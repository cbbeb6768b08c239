/**
 * Acts on the interactions it is told of, one by one, at the moment it is told, and says what
 * answer it got. Two of these get the same interactions at the same time.
 */
import { addTo, enterShop, once, queueEffects, WHEELS } from '../../src/shop/index.ts';
import { openStore, type StorePlace } from '../../src/store/index.ts';
import { STRAIGHT } from '../shop/contract/samples.ts';
import { WORDS } from '../support/words.ts';

const { place, name } = JSON.parse(process.argv[2] ?? '') as { place: StorePlace; name: string };
const store = await openStore(place, { connections: 2 });

const act = (interaction: string) =>
  store.transact(async (tx) => {
    const shop = { platform: 'terminal', id: 'twice', name: 'Twice' };
    const who = { id: 'kim', name: 'Kim', groups: [], manages: null };
    const { change } = await enterShop(tx, WORDS, shop, who, Date.now());
    return await once(change, interaction, async () => {
      const wheel = { ...STRAIGHT, name: `wheel ${interaction}` };
      const { ok } = await addTo(change, WHEELS, wheel);
      await queueEffects(change, [
        { key: `${interaction} ${name}`, effect: { post: interaction } },
      ]);
      return { by: name, ok };
    });
  });

process.on('message', (interaction: string) => {
  void act(interaction).then(
    (acted) => process.send?.({ interaction, ...acted }),
    (error: unknown) => process.send?.({ interaction, fault: String(error) }),
  );
});
process.on('disconnect', () => {
  void store.close();
});
process.send?.('ready');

※ ※ ※

Exercise brief: Please transcribe all of the entries precisely.

Answer to this task:
repository cbbeb6768b08c239
/**
 * Acts on the interactions it is told of, one by one, at the moment it is told, and says what
 * answer it got. Two of these get the same interactions at the same time.
 */
import { addTo, enterShop, once, queueEffects, WHEELS } from '../../src/shop/index.ts';
import { openStore, type StorePlace } from '../../src/store/index.ts';
import { STRAIGHT } from '../shop/contract/samples.ts';
import { WORDS } from '../support/words.ts';

const { place, name } = JSON.parse(process.argv[2] ?? '') as { place: StorePlace; name: string };
const store = await openStore(place, { connections: 2 });

const act = (interaction: string) =>
  store.transact(async (tx) => {
    const shop = { platform: 'terminal', id: 'twice', name: 'Twice' };
    const who = { id: 'kim', name: 'Kim', groups: [], manages: null };
    const { change } = await enterShop(tx, WORDS, shop, who, Date.now());
    return await once(change, interaction, async () => {
      const wheel = { ...STRAIGHT, name: `wheel ${interaction}` };
      const { ok } = await addTo(change, WHEELS, wheel);
      await queueEffects(change, [
        { key: `${interaction} ${name}`, effect: { post: interaction } },
      ]);
      return { by: name, ok };
    });
  });

process.on('message', (interaction: string) => {
  void act(interaction).then(
    (acted) => process.send?.({ interaction, ...acted }),
    (error: unknown) => process.send?.({ interaction, fault: String(error) }),
  );
});
process.on('disconnect', () => {
  void store.close();
});
process.send?.('ready');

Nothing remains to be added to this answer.